Legal invalidity, however, has not prevented the ruling from functioning as a persistent irritant in the South China Sea. It has narrowed the political space for direct negotiations, complicated maritime cooperation and crisis management, and eroded confidence in the Convention's dispute-settlement mechanisms. The current Philippine government has intensified its reliance on the "award" to justify attempts to alter the status quo, entrench illegal occupations, and expand its infringements. Other claimants occasionally invoke it to legitimize unilateral actions. Extra-regional powers treat the "award" as holy writ and use it to pressure China. Far from bringing peace, the ruling has become a troublemaker for regional stability, a saboteur of bilateral relations between China and other claimants, and a stumbling block to the full and effective implementation of the Declaration on the Conduct of Parties in the South China Sea and the ongoing consultations on a Code of Conduct.

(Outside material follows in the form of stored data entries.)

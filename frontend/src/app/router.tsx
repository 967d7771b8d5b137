import type { ComponentType } from 'react';
import { createBrowserRouter, Navigate } from 'react-router-dom';
import type { RouteObject } from 'react-router-dom';
import { LoadingState } from '../ui/states.js';
import { NotFound, RouteFault } from './faults.js';
import { ProjectLayout } from './project-layout.js';
import { RequireSession } from './require-session.js';
import { Shell } from './shell.js';

/** A route whose page is fetched when first visited. */
const page = (path: string, load: () => Promise<{ default: ComponentType }>): RouteObject => ({
  path, lazy: async () => ({ Component: (await load()).default }),
});

const projectPages: RouteObject[] = [
  { index: true, lazy: async () => ({ Component: (await import('../features/building/pages/building-page.js')).default }) },
  page('zones', () => import('../features/zones/pages/zones-page.js')),
  page('members', () => import('../features/members/pages/members-page.js')),
  page('members/import', () => import('../features/imports/pages/import-page.js')),
  page('members/:memberId', () => import('../features/members/pages/member-page.js')),
  page('products', () => import('../features/products/pages/products-page.js')),
  page('products/:productId', () => import('../features/products/pages/product-page.js')),
  page('quantities', () => import('../features/quantities/pages/quantities-page.js')),
  page('schedule', () => import('../features/schedule/pages/schedule-page.js')),
  page('schedule/:revisionId', () => import('../features/schedule/pages/revision-page.js')),
  page('site', () => import('../features/site/pages/site-page.js')),
  page('team', () => import('../features/team/pages/team-page.js')),
];

/** A fault inside one page leaves the strip and the list of pages standing. */
const guarded = (children: RouteObject[]): RouteObject => ({ errorElement: <RouteFault />, children });

export const routes: RouteObject[] = [
  {
    errorElement: <RouteFault />,
    hydrateFallbackElement: <LoadingState what="Mantlet" />,
    children: [
      page('/sign-in', () => import('../features/session/pages/sign-in-page.js')),
      page('/set-up', () => import('../features/session/pages/set-up-page.js')),
      {
        element: <RequireSession />,
        children: [
          { path: '/', element: <Navigate to="/projects" replace /> },
          { path: '/projects/:projectId', element: <ProjectLayout />, children: [guarded([...projectPages, { path: '*', element: <NotFound /> }])] },
          {
            element: <Shell />,
            children: [guarded([
              page('/projects', () => import('../features/projects/pages/projects-page.js')),
              page('/products', () => import('../features/products/pages/products-page.js')),
              page('/products/:productId', () => import('../features/products/pages/product-page.js')),
              page('/help', () => import('../features/help/pages/help-page.js')),
              page('/accounts', () => import('../features/team/pages/accounts-page.js')),
              { path: '*', element: <NotFound /> },
            ])],
          },
        ],
      },
    ],
  },
];
export const createRouter = () => createBrowserRouter(routes);
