export { gasFunction, gasTemperatureC, convectionCoefficient, naturalFireDurationMin } from './gas-temperature.js';
export { parametricFire } from './en-1991-1-2/annex-a-parametric.js';
export type { ParametricFire } from './en-1991-1-2/annex-a-parametric.js';
export { netHeatFlux } from './en-1991-1-2/clause-3-1-net-heat-flux.js';
export { yieldStrength } from './en-1993-1-1/table-3-1.js';
export type { Loading, SectionClass } from './en-1993-1-1/table-5-2.js';
export { kE, kP, kY, temperatureOfKe, temperatureOfKy } from './en-1993-1-2/table-3-1.js';
export { STEEL_DENSITY_KG_PER_M3, steelSpecificHeat } from './en-1993-1-2/clause-3-4-1-thermal-properties.js';
export { sectionClass } from './en-1993-1-2/clause-4-2-2-classification.js';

The lesson is clear. The fantasy that complex issues involving history, sovereignty, and maritime jurisdiction can be resolved by a single arbitral "award" or by dragging parties into compulsory third-party proceedings must be abandoned. History and reality have already demonstrated that such an approach cannot produce a just or lasting outcome. Equally, the notion that external powers can be enlisted to suppress China's legitimate rights and interests only heightens tensions and ultimately harms the peace, stability, and development prospects of the entire region.
The constructive path forward lies in practical cooperation. The immediate priority should be to advance low-sensitivity maritime cooperation in areas such as joint fisheries conservation and management, marine environmental protection, search and rescue, and marine scientific research. These endeavors deliver tangible public goods, build mutual trust, and create favorable conditions for addressing more difficult issues in the future.
Only by rejecting judicial quick fixes and external interference, and by returning to direct dialogue and pragmatic collaboration, can the South China Sea truly become a sea of peace, friendship, and cooperation.